▶ [Work instruction]: Exactly as written, copy the lines that run from the start of the data below to the line containing "ranked table with", both ends included.
Start of Supplied records
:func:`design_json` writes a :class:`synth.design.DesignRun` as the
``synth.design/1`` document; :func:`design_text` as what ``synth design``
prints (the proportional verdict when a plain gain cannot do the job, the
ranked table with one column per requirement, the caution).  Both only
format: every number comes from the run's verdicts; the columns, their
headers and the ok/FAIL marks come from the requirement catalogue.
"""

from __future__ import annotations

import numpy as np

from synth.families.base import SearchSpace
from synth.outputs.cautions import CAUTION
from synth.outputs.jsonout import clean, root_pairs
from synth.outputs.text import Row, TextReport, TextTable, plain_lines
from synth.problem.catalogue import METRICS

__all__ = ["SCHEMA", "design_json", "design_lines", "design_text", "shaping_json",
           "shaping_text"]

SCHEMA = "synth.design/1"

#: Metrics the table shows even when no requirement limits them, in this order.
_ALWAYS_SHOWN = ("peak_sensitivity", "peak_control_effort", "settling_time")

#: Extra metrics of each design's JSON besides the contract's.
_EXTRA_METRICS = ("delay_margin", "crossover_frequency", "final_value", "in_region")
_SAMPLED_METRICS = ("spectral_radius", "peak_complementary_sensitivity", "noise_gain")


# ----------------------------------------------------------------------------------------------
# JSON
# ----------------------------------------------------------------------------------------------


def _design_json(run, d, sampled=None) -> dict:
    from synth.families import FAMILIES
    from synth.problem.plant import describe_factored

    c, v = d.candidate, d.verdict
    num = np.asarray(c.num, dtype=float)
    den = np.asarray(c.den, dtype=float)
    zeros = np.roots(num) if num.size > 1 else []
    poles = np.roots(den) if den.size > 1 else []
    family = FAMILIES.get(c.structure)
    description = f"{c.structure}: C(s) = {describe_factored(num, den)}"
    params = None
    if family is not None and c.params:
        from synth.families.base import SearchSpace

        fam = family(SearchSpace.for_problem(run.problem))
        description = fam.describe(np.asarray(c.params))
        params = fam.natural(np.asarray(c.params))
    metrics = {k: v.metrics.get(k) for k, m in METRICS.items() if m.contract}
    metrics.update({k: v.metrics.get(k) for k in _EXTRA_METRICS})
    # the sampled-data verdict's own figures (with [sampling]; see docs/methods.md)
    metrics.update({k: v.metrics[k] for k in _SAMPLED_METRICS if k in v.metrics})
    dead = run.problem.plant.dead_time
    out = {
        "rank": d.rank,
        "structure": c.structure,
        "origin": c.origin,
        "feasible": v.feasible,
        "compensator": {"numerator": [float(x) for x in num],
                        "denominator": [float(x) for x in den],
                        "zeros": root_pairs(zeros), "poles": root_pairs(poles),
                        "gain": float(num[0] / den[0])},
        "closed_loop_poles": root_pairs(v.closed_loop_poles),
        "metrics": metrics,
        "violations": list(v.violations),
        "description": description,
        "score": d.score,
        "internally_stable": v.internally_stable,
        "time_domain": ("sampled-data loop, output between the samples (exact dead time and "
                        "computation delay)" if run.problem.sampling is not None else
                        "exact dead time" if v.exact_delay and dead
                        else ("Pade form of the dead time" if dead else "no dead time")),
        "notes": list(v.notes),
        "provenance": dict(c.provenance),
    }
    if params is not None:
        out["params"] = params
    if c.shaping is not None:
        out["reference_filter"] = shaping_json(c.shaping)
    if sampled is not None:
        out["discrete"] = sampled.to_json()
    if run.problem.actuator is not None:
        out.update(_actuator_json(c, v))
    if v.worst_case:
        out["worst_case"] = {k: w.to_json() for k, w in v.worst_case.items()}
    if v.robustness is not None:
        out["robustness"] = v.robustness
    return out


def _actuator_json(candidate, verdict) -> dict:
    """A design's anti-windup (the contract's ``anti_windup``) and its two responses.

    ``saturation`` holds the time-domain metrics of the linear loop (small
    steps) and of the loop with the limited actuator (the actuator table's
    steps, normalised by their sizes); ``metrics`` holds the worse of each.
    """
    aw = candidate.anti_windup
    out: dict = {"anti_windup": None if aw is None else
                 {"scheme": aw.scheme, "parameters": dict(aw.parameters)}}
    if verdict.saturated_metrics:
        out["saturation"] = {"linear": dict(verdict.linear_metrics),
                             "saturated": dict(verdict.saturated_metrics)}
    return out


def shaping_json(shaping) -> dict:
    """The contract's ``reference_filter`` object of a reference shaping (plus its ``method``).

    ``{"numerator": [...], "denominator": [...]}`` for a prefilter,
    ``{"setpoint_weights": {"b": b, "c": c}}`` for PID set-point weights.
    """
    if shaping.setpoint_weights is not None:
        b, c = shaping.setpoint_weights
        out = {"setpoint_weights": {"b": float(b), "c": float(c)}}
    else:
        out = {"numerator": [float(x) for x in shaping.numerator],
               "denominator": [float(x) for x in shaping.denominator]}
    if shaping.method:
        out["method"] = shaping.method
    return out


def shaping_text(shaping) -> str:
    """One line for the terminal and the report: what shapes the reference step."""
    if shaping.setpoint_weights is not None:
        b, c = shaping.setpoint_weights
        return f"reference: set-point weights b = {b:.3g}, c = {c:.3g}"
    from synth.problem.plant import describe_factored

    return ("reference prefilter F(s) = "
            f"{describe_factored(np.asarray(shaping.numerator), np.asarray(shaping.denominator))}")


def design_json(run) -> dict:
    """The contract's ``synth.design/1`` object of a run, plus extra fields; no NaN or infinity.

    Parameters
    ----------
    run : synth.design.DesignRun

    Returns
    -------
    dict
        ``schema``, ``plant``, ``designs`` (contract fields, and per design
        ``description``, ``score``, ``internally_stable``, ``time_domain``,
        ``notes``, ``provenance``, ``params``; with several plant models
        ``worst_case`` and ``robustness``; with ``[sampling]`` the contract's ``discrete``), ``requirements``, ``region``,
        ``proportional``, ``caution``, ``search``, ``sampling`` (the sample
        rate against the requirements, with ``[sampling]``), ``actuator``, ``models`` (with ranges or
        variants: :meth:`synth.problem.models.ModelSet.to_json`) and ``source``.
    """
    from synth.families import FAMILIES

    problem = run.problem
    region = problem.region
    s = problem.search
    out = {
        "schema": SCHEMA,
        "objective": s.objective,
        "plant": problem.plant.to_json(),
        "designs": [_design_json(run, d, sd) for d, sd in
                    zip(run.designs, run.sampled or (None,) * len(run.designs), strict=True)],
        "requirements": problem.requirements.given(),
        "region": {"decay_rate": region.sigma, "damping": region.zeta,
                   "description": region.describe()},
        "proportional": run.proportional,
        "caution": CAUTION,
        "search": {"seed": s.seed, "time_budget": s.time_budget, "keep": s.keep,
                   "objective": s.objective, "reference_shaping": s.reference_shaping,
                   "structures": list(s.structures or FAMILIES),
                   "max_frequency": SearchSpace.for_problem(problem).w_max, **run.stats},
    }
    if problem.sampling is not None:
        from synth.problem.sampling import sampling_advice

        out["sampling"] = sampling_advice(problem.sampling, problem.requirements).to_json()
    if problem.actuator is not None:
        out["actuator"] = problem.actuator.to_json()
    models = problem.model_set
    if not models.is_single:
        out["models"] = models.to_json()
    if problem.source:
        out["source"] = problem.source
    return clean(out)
End of Supplied records
▶ [Solved problem]:
:func:`design_json` writes a :class:`synth.design.DesignRun` as the
``synth.design/1`` document; :func:`design_text` as what ``synth design``
prints (the proportional verdict when a plain gain cannot do the job, the
ranked table with one column per requirement, the caution).  Both only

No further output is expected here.